Tunable incommensurability, complete structural phase diagrams and peculiar electronic properties in trilayer moiré-of-moiré systems

In this talk, we present a comprehensive structural analysis and the unique electronic properties of twisted trilayer graphene (TTG), a minimal multilayer configuration beyond twisted bilayer graphene. We demonstrate a complete catalog of reconstructed moiré-of-moiré structural phases by manipulating combinations of two twist angles. Our findings reveal cascades of spontaneous symmetry breaking as a function of the twist angles, resulting in a diverse array of large-scale moiré lattices, including triangular, kagome, and corner-shared hexagram-shaped domain patterns.
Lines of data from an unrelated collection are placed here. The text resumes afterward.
@dataclass(frozen=True, eq=False, repr=False)
class StickSpectrum:
    """Raw photoionisation sticks of an ensemble (never resampled).

    One entry per (snapshot, ionisation channel the probe spectrum reaches). A stick
    may sit slightly below 0 eV (the tail of the probe spectrum above threshold); the
    map keeps only its part above zero kinetic energy.

    Attributes
    ----------
    snapshot : ndarray of int64, shape (n_sticks,)
        Row of ``ens.snapshots`` the stick comes from.
    traj : ndarray of int64, shape (n_sticks,)
        Trajectory id.
    time : ndarray, shape (n_sticks,)
        Time since launch in fs.
    state : ndarray of int64, shape (n_sticks,)
        Active neutral state.
    channel : ndarray of int64, shape (n_sticks,)
        Cation state.
    energy : ndarray, shape (n_sticks,)
        Photoelectron kinetic energy n*h*nu - IP in eV.
    weight : ndarray, shape (n_sticks,)
        Cross section times trajectory weight (unnormalised).
    info : dict
        How the sticks were made (probe photon energy, n_photons, cross section...).

    Examples
    --------
    >>> s = StickSpectrum(snapshot=[0, 0], traj=[0, 0], time=[0.0, 0.0], state=[1, 1],
    ...                   channel=[0, 1], energy=[1.0, 0.4], weight=[0.9, 0.1])
    >>> s.n_sticks, float(s.weight.sum())
    (2, 1.0)
    """

    snapshot: np.ndarray
    traj: np.ndarray
    time: np.ndarray
    state: np.ndarray
    channel: np.ndarray
    energy: np.ndarray
    weight: np.ndarray
    info: dict[str, Any] = field(default_factory=dict)

    def __post_init__(self) -> None:
        set_ = object.__setattr__
        ints = ("snapshot", "traj", "state", "channel")
        n = None
        for name in ("snapshot", "traj", "time", "state", "channel", "energy", "weight"):
            arr = _ro(getattr(self, name), name, dtype=np.int64 if name in ints else np.float64,
                      ndim=1)
            if n is None:
                n = arr.size
            elif arr.size != n:
                raise SchemaError(
                    f"{name} must have n_sticks={n} entries like snapshot; got {arr.size}."
                )
            set_(self, name, arr)
        set_(self, "info", _json_safe(dict(self.info)))

    @property
    def n_sticks(self) -> int:
        """Number of sticks."""
        return self.energy.size

    def to_frame(self) -> pd.DataFrame:
        """The sticks as a DataFrame (snapshot, traj, time, state, channel, energy, weight)."""
        return pd.DataFrame({name: np.array(getattr(self, name)) for name in
                             ("snapshot", "traj", "time", "state", "channel", "energy",
                              "weight")})

    @classmethod
    def from_arrays(cls, *, info: Mapping[str, Any] | None = None,
                    **arrays: npt.ArrayLike) -> StickSpectrum:
        """Build from keyword arrays (same names as the attributes)."""
        return cls(info=dict(info or {}), **arrays)  # type: ignore[arg-type]

    def __repr__(self) -> str:
        return f"<ensemblelab.StickSpectrum {self.n_sticks} sticks>"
Furthermore, our analysis emphasizes the crucial role of long-range interactions across entire layers, alongside the well-known contributions of twist angles and strain between adjacent layers, in realizing various domain lattices. Building on our results for TTG, we apply our methods to other twisted trilayer (TTL) systems made from two-dimensional semiconductors, demonstrating how external fields can control domain lattices. The diverse tessellation of distinct domains, whose topological network can be adjusted by modifying the twist angles, positions TTL systems as a platform for exploring the interplay between emerging quantum properties and controllable nontrivial lattices.